Externally Studentized Residual (a.k.a. Outlier t-value, RStudent): is calculated by leaving each run, one at a time, out of the analysis and estimating the response from the remaining runs. (See Weisberg page 115.) The t-value is the number of standard deviations difference between this predicted value and the actual response. This tests whether the run in question follows the model with coefficients estimated from the rest of the runs, that is, whether this run is consistent with the rest of the data for this model. Runs with large t-values should be investigated.

\(\hat{\sigma}^2_{(-i)} = \frac{(n - p)\cdot{\hat{\sigma}^2} - {\frac{e^2_i}{(1 - Leverage_i)}}}{n - p - 1}\)

\(t_i = \frac{e_i}{\sqrt{{\hat{\sigma}^2_{(-i)}}(1 - Leverage_i)}}\)

where, n is the number of runs minus the one being left out and p is the number of terms in the model including the intercept. The deletion variance can also be computed through brute force model fitting leaving each run out one at a time.

DFFITS: Measures the influence the ith observation has on the predicted value. (See Myers page 284.) It is the studentized difference between the predicted value with observation i and the predicted value without observation i:

\(\hat{Y}_{(-i)} = Y + \frac{e}{1 - Leverage}\)

\(DFFITS = \frac{\hat{\bar{Y}} - \hat{Y}_{(-i)}}{\sqrt{\hat{\sigma}^2_{(-i)}} \cdot Leverage}\)

DFBETAS: Not Shown on the report but present on the diagnostic graphs. This statistic is calculated for each coefficient at each run. The influence tool has a pull-down to pick which term’s graph is shown. Shows the influence the ith observation has on each regression coefficient. (See Myers page 284.) The DFBETASj,i is the number of standard errors that the jth coefficient changes if the ith observation is removed.

\(DFBETAS_{j, (-i)} = \frac{\hat{\beta}_j - \hat{\beta}_{j,(-i)}}{\sqrt{\hat{\sigma}^2_{(-i), i} \cdot (X^T X)^{-1}_{jj}}}\)

A large DFBETASj,-i value indicates that the ith observation has extra influence on the jth regression coefficient.

Cook’s Distance: A measure of how much the regression would change if the case is omitted from the analysis. Relatively large values are associated with cases with high leverage and large studentized residuals. Cases with large Di values relative to the other cases should be investigated - they could be caused by recording errors, an incorrect model, or a design point far from the remaining cases.

Cook’s distance (Di) is a product of the square of the ith internally studentized residual and a monotonic function of the leverage:

\(D_i = \frac{r^2_i}{p + 1}\left(\frac{Leverage_i}{1 - Leverage_i}\right)\)

A large value in D may be due to large r, large leverage, or both.

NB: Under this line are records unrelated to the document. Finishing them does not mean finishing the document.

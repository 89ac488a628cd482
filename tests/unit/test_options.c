/* SPDX-License-Identifier: GPL-3.0-or-later */
/* test_options.c: the command line: grammar, ranges, suggestions, help. */
#include <string.h>

#include "base/base.h"
#include "base/text.h"
#include "command/options.h"
#include "unit.h"

static const struct option own[] = {
    {"cut", 0, OPTION_TEXT, false, "TIME", 0, 0, "data cut"},
    {"close", 0, OPTION_TEXT, true, "LABEL", 0, 0, "a closed level"},
    {"analysis", 0, OPTION_WHOLE, false, "K", 1, 100, "which analysis"},
    {"final", 0, OPTION_FLAG, false, NULL, 0, 0, "the last"},
    {NULL, 0, OPTION_FLAG, false, NULL, 0, 0, NULL}};

struct reading {
    struct options o;
    struct err e;
    enum status status;
};

#define READ(r, ...)                                        \
    const char *const words_[] = {__VA_ARGS__};             \
    struct reading r = {OPTIONS_INIT, ERR_INIT, STATUS_OK}; \
    r.status = options_parse(&r.o, "analyze", own, COUNT_OF(words_), words_, &r.e)

static void done(struct reading *r)
{
    options_release(&r->o);
    err_release(&r->e);
}

/* The faults as printed hold this text. */
static bool says(const struct reading *r, const char *what)
{
    struct text s = TEXT_INIT;
    err_text(&r->e, &s);
    bool found = strstr(text_s(&s), what) != NULL;
    text_release(&s);
    return found;
}

static void anywhere_and_both_forms(void)
{
    READ(r, "--seed", "7", "d.json", "--final", "data.csv", "--cut=2026-01-05", "-o", "out");
    CU_ASSERT_EQUAL(r.status, STATUS_OK);
    CU_ASSERT_EQUAL_FATAL(r.o.arguments, 2);
    CU_ASSERT_STRING_EQUAL(r.o.argument[0], "d.json");
    CU_ASSERT_STRING_EQUAL(r.o.argument[1], "data.csv");
    CU_ASSERT_EQUAL(options_number(&r.o, "seed", 0), 7);
    CU_ASSERT_TRUE(options_has(&r.o, "final"));
    CU_ASSERT_FALSE(options_has(&r.o, "force"));
    CU_ASSERT_STRING_EQUAL(options_text(&r.o, "cut"), "2026-01-05");
    CU_ASSERT_STRING_EQUAL(options_text(&r.o, "out"), "out");
    CU_ASSERT_EQUAL(options_number(&r.o, "threads", -1), -1);
    done(&r);
}

static void two_dashes_end_options(void)
{
    READ(r, "--final", "--", "--cut", "-o");
    CU_ASSERT_EQUAL(r.status, STATUS_OK);
    CU_ASSERT_EQUAL_FATAL(r.o.arguments, 2);
    CU_ASSERT_STRING_EQUAL(r.o.argument[0], "--cut");
    CU_ASSERT_STRING_EQUAL(r.o.argument[1], "-o");
    done(&r);
}

static void repeated_only_where_marked(void)
{
    READ(r, "--close", "A", "--close=B", "--cut", "1", "--cut", "2");
    CU_ASSERT_EQUAL(r.status, STATUS_INPUT);
    CU_ASSERT_EQUAL(r.e.count, 1);
    CU_ASSERT_TRUE(says(&r, "--cut is given more than once"));
    CU_ASSERT_STRING_EQUAL(options_each(&r.o, "close", 0), "A");
    CU_ASSERT_STRING_EQUAL(options_each(&r.o, "close", 1), "B");
    CU_ASSERT_PTR_NULL(options_each(&r.o, "close", 2));
    done(&r);
}

static void unknown_gets_nearest(void)
{
    READ(r, "--sede", "5", "--quiett", "--zzzzzzzz=1", "-x");
    CU_ASSERT_EQUAL(r.status, STATUS_INPUT);
    CU_ASSERT_FALSE(r.o.usable);
    CU_ASSERT_EQUAL(r.e.count, 4);
    CU_ASSERT_TRUE(says(&r, "unknown option --sede of 'analyze'; did you mean --seed?"));
    CU_ASSERT_TRUE(says(&r, "did you mean --quiet?"));
    CU_ASSERT_TRUE(says(&r, "unknown option --zzzzzzzz of 'analyze'; 'terrace analyze --help'"));
    CU_ASSERT_TRUE(says(&r, "unknown option -x of"));
    done(&r);
}

static void no_abbreviations(void)
{
    READ(r, "--fin", "--prog");
    CU_ASSERT_EQUAL(r.status, STATUS_INPUT);
    CU_ASSERT_EQUAL(r.e.count, 2);
    CU_ASSERT_FALSE(options_has(&r.o, "final"));
    CU_ASSERT_FALSE(options_has(&r.o, "progress"));
    done(&r);
}

static void values_wanted_and_unwanted(void)
{
    READ(r, "--cut", "--final", "--force=yes", "--seed=", "--out");
    CU_ASSERT_EQUAL(r.status, STATUS_INPUT);
    CU_ASSERT_EQUAL(r.e.count, 4);
    CU_ASSERT_TRUE(says(&r, "--cut needs a value: --cut TIME"));
    CU_ASSERT_TRUE(says(&r, "--force takes no value"));
    CU_ASSERT_TRUE(says(&r, "--seed needs a value: --seed N"));
    CU_ASSERT_TRUE(says(&r, "--out needs a value: --out DIR"));
    CU_ASSERT_TRUE(options_has(&r.o, "final"));
    done(&r);
}

static void whole_numbers_in_range(void)
{
    READ(r, "--seed", "9007199254740991", "--analysis", "101", "--threads", "1.5");
    CU_ASSERT_EQUAL(r.status, STATUS_INPUT);
    CU_ASSERT_EQUAL(r.e.count, 2);
    CU_ASSERT_TRUE(r.o.usable);
    CU_ASSERT_EQUAL(options_number(&r.o, "seed", 0), 9007199254740991.0);
    CU_ASSERT_TRUE(says(&r, "--analysis: '101' is not a whole number from 1 to 100"));
    CU_ASSERT_TRUE(says(&r, "--threads: '1.5' is not a whole number from 1 to 1024"));
    done(&r);
}

static void seed_beyond_53_bits(void)
{
    READ(r, "--seed", "9007199254740992");
    CU_ASSERT_EQUAL(r.status, STATUS_INPUT);
    CU_ASSERT_TRUE(says(&r, "from 0 to 9007199254740991"));
    done(&r);
}

static void negative_values_and_lone_dash(void)
{
    READ(r, "--cut", "-3", "-");
    CU_ASSERT_EQUAL(r.status, STATUS_OK);
    CU_ASSERT_STRING_EQUAL(options_text(&r.o, "cut"), "-3");
    CU_ASSERT_EQUAL_FATAL(r.o.arguments, 1);
    CU_ASSERT_STRING_EQUAL(r.o.argument[0], "-");
    done(&r);
}

static void values_are_utf8(void)
{
    READ(r, "--close", "a\xff");
    CU_ASSERT_EQUAL(r.status, STATUS_INPUT);
    CU_ASSERT_TRUE(says(&r, "--close: the value is not valid UTF-8"));
    done(&r);
}

static void help_names_every_row(void)
{
    struct text s = TEXT_INIT;
    options_help(&s, own);
    options_help(&s, common_options);
    for (const struct option *row = common_options; row->name; row++) {
        CU_ASSERT_PTR_NOT_NULL(strstr(text_s(&s), row->name));
        CU_ASSERT_PTR_NOT_NULL(strstr(text_s(&s), row->help));
    }
    CU_ASSERT_PTR_NOT_NULL(strstr(text_s(&s), "--close LABEL…"));
    CU_ASSERT_PTR_NOT_NULL(strstr(text_s(&s), "-o, --out DIR"));
    text_release(&s);
}

static const struct unit_test tests[] = {
    {"anywhere, both forms", anywhere_and_both_forms},
    {"-- ends options", two_dashes_end_options},
    {"repeated only where marked", repeated_only_where_marked},
    {"unknown gets the nearest name", unknown_gets_nearest},
    {"no abbreviations", no_abbreviations},
    {"values wanted and unwanted", values_wanted_and_unwanted},
    {"whole numbers in range", whole_numbers_in_range},
    {"seed beyond 53 bits", seed_beyond_53_bits},
    {"negative values, a lone dash", negative_values_and_lone_dash},
    {"values are UTF-8", values_are_utf8},
    {"help names every row", help_names_every_row},
    UNIT_END};

int main(void)
{
    return unit_main("options", tests);
}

Cook’s distance can be thought of as the average squared difference between the predictions that result from the full data set and those that result from a reduced data set (deleting the ith observation) compared to the error mean squared of the fitted model. An equivalent interpretation of D is as a standardized weighted distance between the vector of regression coefficients obtained from the full model and the vector obtained after deleting the ith case. If the value of D is substantially less than 1, deleting the ith case will not change the estimates of the regression coefficients very much.

In a perfectly balanced orthogonal array, Cook’s distance and the externally studentized residual are directly related and thus give the same information. In general regression problems there can be considerable differences in the information contained in the two statistics, in other words, different runs may be identified for investigation.

Standard Order: A conventional “textbook” ordering of the array of low and high factor levels.

For further reading:

  • Christensen, Pearson, and Johnson. Case-deletion diagnostics for mixed models. Technometrics, 34(1):38–45, 1992.

  • Raymond H. Myers. Classical and Modern Regression with Applications. Duxbury Press, 1986.

  • Weisberg and Stanford. Applied Linear Regression. John Wiley & Sons, Inc., 1985.